» **What to do**: Extract from the entries below, exactly as given, only the lines from the line containing "text is larger" to the line containing "let mut tokens = 0;", both lines included.

Task inputs below:

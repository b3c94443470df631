use std::ops::Range;

use crate::error::{Error, Result};

/// A longer text is refused: ten thousand matrices take a quarter of it.
const LARGEST_TEXT: usize = 16 << 20;

/// More lines are refused: ten thousand matrices, one number a line, are a sixth.
const MOST_LINES: usize = 1_000_000;

/// More numbers are refused: ten thousand matrices are a twelfth.
const MOST_NUMBERS: usize = 2_000_000;

/// Stands for characters of no width.
const NOTHING: char = '\0';

/// A text as lines of characters, made plain one for one, so that places stay.
pub(super) struct Source {
    characters: Vec<char>,
    lines: Vec<Line>,
}

struct Line {
    content: Range<usize>,
    /// Behind the mark; empty without one.
    comment: Range<usize>,
}

impl Source {
    /// # Errors
    /// `too-large`.
    pub fn new(text: &str) -> Result<Self> {
        if text.len() > LARGEST_TEXT {
            return Err(Error::new(
                "too-large",
                "This text is larger than 16 MiB, which is more than is read at once.",
            ));
        }
        let mut source = Self {
            characters: Vec::with_capacity(text.len()),
            lines: Vec::new(),
        };
        let mut start = 0;
        let mut tokens = 0;
        let mut in_token = false;
        let mut characters = text.chars().peekable();
        while let Some(c) = characters.next() {
            if matches!(c, '\r' | '\n') {
                if c == '\r' {
                    characters.next_if_eq(&'\n');
                }
                source.end_line(start);
                start = source.characters.len();
            } else {
                source.characters.push(plain(c));
            }
            let separates =
                c.is_whitespace() || matches!(c, ',' | ';' | '[' | ']' | '{' | '}' | '(' | ')');
            tokens += usize::from(in_token && separates);
            in_token = !separates;
            if tokens > MOST_NUMBERS || source.lines.len() > MOST_LINES {
                return Err(Error::new(
                    "too-large",
                    "This text has more than a million lines or two million numbers, which is more than is read at once.",
                ));
            }
        }
        source.end_line(start);
        // A spreadsheet's line that names its delimiter.
        let first = visible(source.line(0));
        if first.trim().len() == 5 && first.trim().starts_with("sep=") {
            source.lines[0].content.end = source.lines[0].content.start;
        }
        Ok(source)
    }

    /// Takes `# …`, `% …` and `// …` off the line.
    fn end_line(&mut self, start: usize) {
        let end = self.characters.len();
        let line = &self.characters[start..];
        let cut = (0..line.len()).find(|&k| {
            matches!(line[k], '#' | '%') || (line[k] == '/' && line.get(k + 1) == Some(&'/'))
        });
        let content_end = start + cut.unwrap_or(line.len());
        self.lines.push(Line {
            content: start..content_end,
            comment: content_end..end,
        });
    }

    pub fn line_count(&self) -> usize {
        self.lines.len()
    }

    /// Without its comment.
    pub fn line(&self, k: usize) -> &[char] {
        self.lines
            .get(k)
            .map_or(&[], |line| &self.characters[line.content.clone()])
    }

    pub fn has_comment(&self, k: usize) -> bool {
        self.lines
            .get(k)
            .is_some_and(|line| !line.comment.is_empty())
    }

    /// The comment of a line as a label.
    pub fn comment(&self, k: usize) -> Option<String> {
        let line = self.lines.get(k).filter(|line| !line.comment.is_empty())?;
        let comment = &self.characters[line.comment.clone()];
        let marks = comment
            .iter()
            .take_while(|c| matches!(c, '#' | '%' | '/'))
            .count();
        label(&comment[marks..])
    }

    pub fn contains(&self, mark: char) -> bool {
        (0..self.lines.len()).any(|k| self.line(k).contains(&mark))
    }

    /// Whether brackets stand in the text, or tuples are all there is.
    pub fn is_bracketed(&self) -> bool {
        self.contains('[') || self.contains('{') || self.is_in_parentheses()
    }

    /// Whether round brackets are all there is: tuples.
    pub fn is_in_parentheses(&self) -> bool {
        let mut visible = (0..self.lines.len())
            .flat_map(|k| self.line(k))
            .copied()
            .filter(|&c| !is_blank(c));
        let mut before = visible.next();
        let tuples = before == Some('(')
            || visible.any(|c| {
                let twice = c == '(' && before == Some('(');
                before = Some(c);
                twice
            });
        tuples && !self.contains('[') && !self.contains('{')
    }

    /// Forms that would be read wrongly are refused, not guessed.
    ///
    /// # Errors
    /// `form-not-read`, `elided-print`.
    pub fn refuse_unread_forms(&self) -> Result<()> {
        for k in 0..self.lines.len() {
            let line = self.line(k);
            let refuse = |code, message: &str| {
                let start = line.iter().position(|&c| !is_blank(c)).unwrap_or(0);
                let length = line[start..].iter().rposition(|&c| !is_blank(c));
                Err(Error::new(code, message).at_text(
                    k + 1,
                    start + 1,
                    length.map_or(1, |last| last + 1),
                ))
            };
            let mut seen = line.iter().copied().filter(|&c| !is_blank(c));
            match seen.next() {
                Some('C' | 'c') => {
                    let lower: String = line
                        .iter()
                        .take(200)
                        .collect::<String>()
                        .to_ascii_lowercase();
                    let mut words = lower.split_whitespace();
                    let columns = matches!(words.next(), Some("columns" | "column"));
                    let number = words.next().is_some_and(|word| {
                        word.trim_end_matches(':')
                            .bytes()
                            .all(|b| b.is_ascii_digit())
                    });
                    if columns && number {
                        return refuse(
                            "form-not-read",
                            "A matrix printed in blocks of columns is not read by this version; print it in full width.",
                        );
                    }
                }
                Some(c) if c.is_ascii_digit() && seen.next_back() == Some('*') => {
                    return refuse(
                        "form-not-read",
                        "This line is a common factor, which this version does not apply; print the numbers in full.",
                    );
                }
                Some('.' | '…') if line.iter().all(|&c| is_blank(c) || matches!(c, '.' | '…')) =>
                {
                    return refuse("elided-print", ELIDED);
                }
                _ => {}
            }
            let begin = ['\\', 'b', 'e', 'g', 'i', 'n'];
            let latex = line.windows(begin.len()).any(|window| window == begin);
            if latex || line.iter().filter(|&&c| c == '&').count() >= 3 {
                return refuse(
                    "form-not-read",
                    "LaTeX is not read by this version; paste the numbers in rows.",
                );
            }
        }
        Ok(())
    }
}

pub(super) const ELIDED: &str = "The three points stand for numbers that were not printed; print the array in full (numpy.set_printoptions(threshold=numpy.inf)) and paste again.";

/// Minus signs, spaces, digits and marks of other scripts, frames around matrices.
fn plain(c: char) -> char {
    const DIGITS: [char; 10] = ['0', '1', '2', '3', '4', '5', '6', '7', '8', '9'];
    let digit = |zero: u32| DIGITS.get((c as u32 - zero) as usize).copied().unwrap_or(c);
    match c {
        '\u{2212}' | '\u{fe63}' | '\u{ff0d}' | '\u{2012}'..='\u{2014}' => '-',
        '\u{ff0b}' => '+',
        '\u{ff0e}' => '.',
        '\u{ff0c}' | '\u{66b}' => ',',
        '\u{a0}' | '\u{2002}'..='\u{200a}' | '\u{202f}' | '\u{205f}' | '\u{3000}' => ' ',
        '\u{feff}'
        | '\u{200b}'..='\u{200f}'
        | '\u{202a}'..='\u{202e}'
        | '\u{2060}'..='\u{2069}' => NOTHING,
        '\u{660}'..='\u{669}' => digit(0x660),
        '\u{6f0}'..='\u{6f9}' => digit(0x6f0),
        '\u{ff10}'..='\u{ff19}' => digit(0xff10),
        '|' | '\u{239b}'..='\u{23ad}' | '\u{2502}' => ' ',
        other => other,
    }
}

pub(super) fn is_blank(c: char) -> bool {
    c.is_whitespace() || c == NOTHING
}

/// The visible characters of a piece of a line.
pub(super) fn visible(characters: &[char]) -> String {
    characters.iter().filter(|&&c| c != NOTHING).collect()
}

/// A piece of a line as the name of a matrix: at most 80 characters.
pub(super) fn label(characters: &[char]) -> Option<String> {
    let start = characters.iter().position(|&c| !is_blank(c))?;
    let text: String = characters[start..]
        .iter()
        .take(400)
        .filter(|c| !c.is_control())
        .take(80)
        .collect();
    let text = text
        .trim()
        .trim_matches(['"', '\''])
        .trim_end_matches([':', '='])
        .trim();
    (!text.is_empty()).then(|| text.to_owned())
}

End of Task inputs.

» **Solution to the problem**:
                "This text is larger than 16 MiB, which is more than is read at once.",
            ));
        }
        let mut source = Self {
            characters: Vec::with_capacity(text.len()),
            lines: Vec::new(),
        };
        let mut start = 0;
        let mut tokens = 0;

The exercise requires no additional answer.